**Work to complete**
Only the number is needed: the count of lines in the records with the word "static".

**Available data**
/* Predicting on CSV must fail with CODE, WHERE and a message containing FRAG. */
static void
predict_fails (const char *csv, int code, const char *where, const char *frag,
               const char *name)
{
  bl_err err = { 0 };
  bl_table *t = table_of (csv, "new.csv", ej.m);
  bl_prediction *p = bl_model_predict (ej.m, t, 0.0, &err);
  ck_assert_msg (p == NULL, "%s: predicted", name);
  ck_assert_msg (err.code == code, "%s: code %d, expected %d (%s)", name, err.code, code,
                 err.msg);
  ck_assert_msg (strcmp (err.where, where) == 0, "%s: where '%s', expected '%s'", name,
                 err.where, where);
  ck_assert_msg (strstr (err.msg, frag) != NULL, "%s: message '%s' lacks '%s'", name, err.msg,
                 frag);
  bl_table_free (t);
}

START_TEST (model_error_missing_column)
{
  predict_fails ("site,age\nmill-lane,3.2\n", BL_EDATA, "new.csv:1",
                 "no column 'load', which the model needs (term 'log(load)')", "missing column");
}
END_TEST

START_TEST (model_error_unseen_level)
{
  predict_fails ("site,age,load\nmill-lane,3.2,0.5\nsouth-pier,4.1,0.6\n", BL_EDATA,
                 "new.csv:3", "'site' has level 'south-pier', which the model does not know",
                 "unseen level");
}
END_TEST

START_TEST (model_error_missing_cell)
{
  predict_fails ("site,age,load\nmill-lane,3.2,0.5\nkiln-road,4.1,0.6\nmill-lane,,0.7\n",
                 BL_EDATA, "new.csv:4", "missing value in 'age'", "missing cell");
}
END_TEST

START_TEST (model_error_domain)
{
  predict_fails ("site,age,load\nmill-lane,3.2,-0.5\n", BL_EDATA, "new.csv:2",
                 "log(load): value -0.5 is not > 0", "domain");
}
END_TEST

START_TEST (model_error_not_numeric)
{
  predict_fails ("site,age,load\nmill-lane,old,0.5\nmill-lane,3.2,0.6\n", BL_EDATA,
                 "new.csv:2:2", "'age' is numeric in the model, but this cell is not a number: "
                 "'old' (1 of the column's 2 non-missing cells are not)", "not numeric");
  /* a number first: the cell named is the first that is not one, not the first cell */
  predict_fails ("site,age,load\nmill-lane,3.2,0.5\nmill-lane,old,0.6\nmill-lane,new,0.7\n",
                 BL_EDATA, "new.csv:3:2", "this cell is not a number: 'old' (2 of the column's 3",
                 "not numeric, number first");
  {
    /* a minority typo: the reader's error names the cell (read with the model's options) */
    static const char csv[] = "site,age,load\nmill-lane,3.2,0.5\nmill-lane,1.2.3,0.6\n"
                              "mill-lane,4,0.7\n";
    bl_err err = { 0 };
    bl_table_opts to;
    bl_table_opts_init (&to);
    bl_model_table_opts (ej.m, &to);
    ck_assert_ptr_null (bl_table_read_mem (csv, strlen (csv), "new.csv", &to, &err));
    ck_assert_int_eq (err.code, BL_EDATA);
    ck_assert_str_eq (err.where, "new.csv:3:2");
    ck_assert_msg (strstr (err.msg, "not a number: '1.2.3' in column 'age'") != NULL, "%s",
                   err.msg);
  }
}
END_TEST

START_TEST (model_error_response_support)
{
  predict_fails ("site,age,load,repair\nmill-lane,3.2,0.5,1.5\nmill-lane,3.3,0.6,-2\n",
                 BL_EDATA, "new.csv:3", "'repair' value -2 is outside the gamma family's "
                 "support", "response support");
}
END_TEST

/* A linear predictor outside the family's mean space (gamma: mu > 0) with the identity link,
   far outside the fitted ages. */
START_TEST (model_error_mean_domain)
{
  char *csv = pump_csv (100, 8080);
  bl_fit_opts fo;
  bl_err err = { 0 };
  job j;
  bl_table *t;
  bl_fit_opts_init (&fo);
  fo.fam = &bl_family_gamma;
  fo.link = &bl_link_identity;
  job_run (&j, csv, "repair", "age", NULL, NULL, &fo, "gamma identity");
  ck_assert_msg (bl_fit_beta (j.f)[1] > 0.0, "gamma identity: slope %g", bl_fit_beta (j.f)[1]);
  t = table_of ("age\n3.5\n-1e4\n", "new.csv", j.m);
  ck_assert_ptr_null (bl_model_predict (j.m, t, 0.0, &err));
  ck_assert_int_eq (err.code, BL_EDATA);
  ck_assert_str_eq (err.where, "new.csv:3");
  ck_assert_ptr_nonnull (strstr (err.msg, "gives no valid mean of the gamma family"));
  bl_table_free (t);
  job_free (&j);
  free (csv);
}
END_TEST

START_TEST (model_error_level)
{
  bl_err err = { 0 };
  bl_table *t = table_of ("site,age,load\nmill-lane,3.2,0.5\n", "new.csv", ej.m);
  ck_assert_ptr_null (bl_model_predict (ej.m, t, 1.5, &err));
  ck_assert_int_eq (err.code, BL_ESPEC);
  ck_assert_str_eq (err.where, "--level");
  bl_table_free (t);
}
END_TEST

START_TEST (model_error_keep)
{
  bl_err err = { 0 };
  const char *keep[] = { "site", "serial" };
  bl_table *t = table_of ("site,age,load\nmill-lane,3.2,0.5\n", "new.csv", ej.m);
  bl_prediction *p = bl_model_predict (ej.m, t, 0.0, &err);
  FILE *f = tmpfile ();
  bl_prediction_csv_opts opt;
  bl_prediction_csv_opts_init (&opt);
  opt.keep = keep;
  opt.nkeep = 2;
  ck_assert_ptr_nonnull (p);
  ck_assert_int_eq (bl_prediction_write_csv (f, p, t, &opt, &err), BL_EDATA);
  ck_assert_str_eq (err.where, "new.csv:1");
  ck_assert_ptr_nonnull (strstr (err.msg, "no column 'serial' to keep"));
  ck_assert_int_eq (ftell (f), 0);                  /* nothing written */
  fclose (f);
  bl_prediction_free (p);
  bl_table_free (t);
}
END_TEST

/* Write the saved model of EJ with FROM replaced by TO (first occurrence) or, with TO NULL,
   cut at FROM, to a new file; return its path in BUF. */
static const char *
variant (const char *from, const char *to, char *buf, size_t cap)
{
  FILE *f = fopen (ej.path, "rb");
  char *s, *hit;
  long len;
  ck_assert_ptr_nonnull (f);
  fseek (f, 0, SEEK_END);
  len = ftell (f);
  rewind (f);
  s = calloc ((size_t) len + 1, 1);
  ck_assert_uint_eq (fread (s, 1, (size_t) len, f), (size_t) len);
  fclose (f);
  hit = strstr (s, from);
  ck_assert_msg (hit != NULL, "variant: '%s' not in the model file", from);
  snprintf (buf, cap, "%s/variant.json", ej.dir);
  f = fopen (buf, "wb");
  fwrite (s, 1, (size_t) (hit - s), f);
  if (to) {
    fputs (to, f);
    fputs (hit + strlen (from), f);
  }
  fclose (f);
  free (s);
  return buf;
}

static void
read_fails (const char *path, int code, const char *where, const char *frag, const char *name)
{
  bl_err err = { 0 };
  bl_model *m = bl_model_read (path, &err);
  ck_assert_msg (m == NULL, "%s: read", name);
  ck_assert_msg (err.code == code, "%s: code %d, expected %d (%s)", name, err.code, code,
                 err.msg);
  ck_assert_msg (strcmp (err.where, where) == 0, "%s: where '%s', expected '%s'", name,
                 err.where, where);
  ck_assert_msg (strstr (err.msg, frag) != NULL, "%s: message '%s' lacks '%s'", name, err.msg,
                 frag);
}

/* Read back the CSV that bl_prediction_write_csv writes for P on T with OPT into BUF. */
static int
csv_text (const bl_prediction *p, const bl_table *t, const bl_prediction_csv_opts *opt,
          char *buf, size_t cap, bl_err *err)
{
  FILE *f = tmpfile ();
  size_t n;
  int st;
  ck_assert_ptr_nonnull (f);
  st = bl_prediction_write_csv (f, p, t, opt, err);
  rewind (f);
  n = fread (buf, 1, cap - 1, f);
  buf[n] = '\0';
  fclose (f);
  return st;
}

/* The options of the CSV writer: defaults (also for OPT NULL), the median column, kept
   columns quoted per RFC 4180, and a kept name that only clashes with the median column
   when that column is written. */
START_TEST (model_csv_options)
{
  bl_err err = { 0 };
  const char *keep[] = { "note", "median" };
  bl_table *t = table_of ("site,age,load,note,median\nmill-lane,3.2,0.5,\"no. 4, \"\"old\"\"\","
                          "7\n", "new.csv", ej.m);
  bl_prediction *p = bl_model_predict (ej.m, t, 0.0, &err);
  bl_prediction_csv_opts opt;
  char a[2048], b[2048], want[2048];
  ck_assert_msg (p != NULL, "%s: %s", err.where, err.msg);
  bl_prediction_csv_opts_init (&opt);
  ck_assert_ptr_null (opt.keep);
  ck_assert_uint_eq (opt.nkeep, 0);
  ck_assert_int_eq (opt.median, 0);
  ck_assert_int_eq (csv_text (p, t, &opt, a, sizeof a, &err), BL_OK);
  ck_assert_int_eq (csv_text (p, t, NULL, b, sizeof b, &err), BL_OK);
  ck_assert_str_eq (a, b);
  snprintf (want, sizeof want, "row,mean,mean_lo,mean_hi,pred_lo,pred_hi\n1,%.17g,%.17g,"
            "%.17g,%.17g,%.17g\n", p->mean[0], p->mean_lo[0], p->mean_hi[0], p->pred_lo[0],
            p->pred_hi[0]);
  ck_assert_str_eq (a, want);
  /* keep 'note' (quoted: it holds a comma and quotes) and 'median', a column of the data */
  opt.keep = keep;
  opt.nkeep = 2;
  ck_assert_int_eq (csv_text (p, t, &opt, a, sizeof a, &err), BL_OK);
  snprintf (want, sizeof want, "row,mean,mean_lo,mean_hi,pred_lo,pred_hi,note,median\n"
            "1,%.17g,%.17g,%.17g,%.17g,%.17g,\"no. 4, \"\"old\"\"\",7\n", p->mean[0], p->mean_lo[0],
            p->mean_hi[0], p->pred_lo[0], p->pred_hi[0]);
  ck_assert_str_eq (a, want);
  /* with the median column (empty: a GLM has no median), 'median' cannot be kept */
  opt.median = 1;
  opt.nkeep = 1;
  ck_assert_int_eq (csv_text (p, t, &opt, a, sizeof a, &err), BL_OK);
  snprintf (want, sizeof want, "row,mean,mean_lo,mean_hi,pred_lo,pred_hi,median,note\n"
            "1,%.17g,%.17g,%.17g,%.17g,%.17g,,\"no. 4, \"\"old\"\"\"\n", p->mean[0], p->mean_lo[0],
            p->mean_hi[0], p->pred_lo[0], p->pred_hi[0]);
  ck_assert_str_eq (a, want);
  opt.nkeep = 2;
  ck_assert_int_eq (csv_text (p, t, &opt, a, sizeof a, &err), BL_EDATA);
  ck_assert_str_eq (err.where, "new.csv:1");
  ck_assert_ptr_nonnull (strstr (err.msg, "cannot keep column 'median'"));
  ck_assert_str_eq (a, "");                         /* nothing written */
  bl_prediction_free (p);
  bl_table_free (t);
}
END_TEST

START_TEST (model_error_files)
{
  char p[600], w[700];
  snprintf (p, sizeof p, "%s/absent.json", ej.dir);
  read_fails (p, BL_EIO, p, "cannot open", "absent");
  variant ("\"format\": \"ballast-model\"", "\"format\": \"spreadsheet\"", p, sizeof p);
  read_fails (p, BL_EDATA, p, "not a ballast model file", "not a model");
  variant ("\"format_version\": 1", "\"format_version\": 2", p, sizeof p);
  read_fails (p, BL_EDATA, p, "'format_version': 2 is newer than this ballast reads (1)",
              "newer");
  variant ("\"columns\"", NULL, p, sizeof p);           /* the file cut short */
  {
    /* the cut is inside the object: Jansson reports the end of the input */
    bl_err err = { 0 };
    ck_assert_ptr_null (bl_model_read (p, &err));
    ck_assert_int_eq (err.code, BL_EDATA);
    snprintf (w, sizeof w, "%s:", p);
    ck_assert_msg (strncmp (err.where, w, strlen (w)) == 0, "corrupt: where '%s'", err.where);
    ck_assert_ptr_nonnull (strstr (err.msg, "invalid JSON"));
  }
  variant ("\"method\": \"glm\"", "\"method\": \"guess\"", p, sizeof p);
  read_fails (p, BL_EDATA, p, "'method': expected glm, ols or wls", "bad method");
  variant ("\"coef\": [", "\"coef\": [ 1.5,", p, sizeof p);
  read_fails (p, BL_EDATA, p, "'coef': expected 6 entries, found 7", "coef length");
  variant ("\"level\": 0.94999999999999996", "\"level\": \"high\"", p, sizeof p);
  read_fails (p, BL_EDATA, p, "'level': expected a number", "level type");
  variant ("\"dof_resid\"", "\"dof_left\"", p, sizeof p);
  read_fails (p, BL_EDATA, p, "'dof_resid': missing", "missing key");
}
END_TEST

**Answer box**
5